### WHAT THIS TASK INVOLVES:
Reproduce the records below exactly, but only between the lines holding "the greater, axial" and "z²), the greatest", inclusive.

Saved entries

● ● ● ●

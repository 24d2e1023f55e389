/** What two coaxial circular filaments do to each other, per µ0: M/µ0 in m, and (dM/dz)/µ0, a pure number. */
export interface FilamentPair {
  mutual: number;
  slope: number;
}

/** Relative difference of the two means below which series take over; they leave out less than 2e-14 of the terms that they stand for. */
const NEARLY_EQUAL = 0.06;

/**
 * Writes M/µ0 and, where `withSlope`, (dM/dz)/µ0 of two coaxial filaments into `result`: radius r of the smaller, r + δ of the greater, axial
 * offset z, all in m. Coincident filaments (δ = z = 0) have no finite value.
 *
 * The integrand of the winding sections: it takes the offset δ itself and not two close radii, whose difference would have lost
 * digits in a thin winding; it gives both values from one arithmetic-geometric mean; and it allocates nothing.
 *
 * With a₀ = √((2r + δ)² + z²) and g₀ = √(δ² + z²), the greatest and least distances of two points of the circles, P = a₀² − g₀² =
 * 4r(r + δ), and S = Σₙ₌₁ 2ⁿ⁻¹ cₙ² of that sequence (DLMF 19.8.6), Maxwell's elliptic form (Treatise, 1873, art. 701)
 * and its derivative become
 *
 *     M/µ0 = π S / (2 AGM),     (dM/dz)/µ0 = −π z (P²/2 − (a₀² + g₀²) S) / (4 AGM a₀² g₀²).
 *
 * M is a sum of positive terms. In the slope the bracket is (1/2 − 1/8) P² where the filaments are far apart, and nears
 * P²/K, a small part of P²/2, only logarithmically where they almost touch.
 */
export function filamentPair(
  radius_m: number,
  radialOffset_m: number,
  axialOffset_m: number,
  withSlope: boolean,
  result: FilamentPair,
): void {
  const axial2 = axialOffset_m * axialOffset_m;
  const diameters = 2 * radius_m + radialOffset_m;
  const greatest2 = diameters * diameters + axial2;
  const least2 = radialOffset_m * radialOffset_m + axial2;
  const product = 4 * radius_m * (radius_m + radialOffset_m);
  const greatest = Math.sqrt(greatest2);
  const least = Math.sqrt(least2);
  let a = (greatest + least) / 2;
  let g = Math.sqrt(greatest * least);
  let c = product / (4 * a);
  let sum = c * c;
  let weight = 2;
  while (a - g > NEARLY_EQUAL * a) {
    c = (a - g) / 2;
    const mean = (a + g) / 2;
    g = Math.sqrt(a * g);
    a = mean;
    sum += weight * c * c;
    weight *= 2;
  }
  // The rest of the sequence in x = c/a of its next term: Σ 2ⁿ⁻¹ cₙ² and the limit, DLMF 19.5.1 and 19.8.6 expanded.
  const inverse = 2 / (a + g);
  c = (c * c * inverse) / 4;
  const x2 = c * inverse * (c * inverse);
  sum += weight * c * c * (1 + x2 * (1 / 8 + x2 * (1 / 16 + x2 * (41 / 1024))));
  const inverseMean = inverse * (1 + x2 * (1 / 4 + x2 * (9 / 64 + x2 * (25 / 256 + x2 * (1225 / 16384)))));
  result.mutual = (Math.PI / 2) * sum * inverseMean;
  if (!withSlope) return;
  result.slope =
    ((-Math.PI / 4) * axialOffset_m * inverseMean * ((product * product) / 2 - (greatest2 + least2) * sum)) /
    (greatest2 * least2);
}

● ● ● ●

### ANSWER:
 * Writes M/µ0 and, where `withSlope`, (dM/dz)/µ0 of two coaxial filaments into `result`: radius r of the smaller, r + δ of the greater, axial
 * offset z, all in m. Coincident filaments (δ = z = 0) have no finite value.
 *
 * The integrand of the winding sections: it takes the offset δ itself and not two close radii, whose difference would have lost
 * digits in a thin winding; it gives both values from one arithmetic-geometric mean; and it allocates nothing.
 *
 * With a₀ = √((2r + δ)² + z²) and g₀ = √(δ² + z²), the greatest and least distances of two points of the circles, P = a₀² − g₀² =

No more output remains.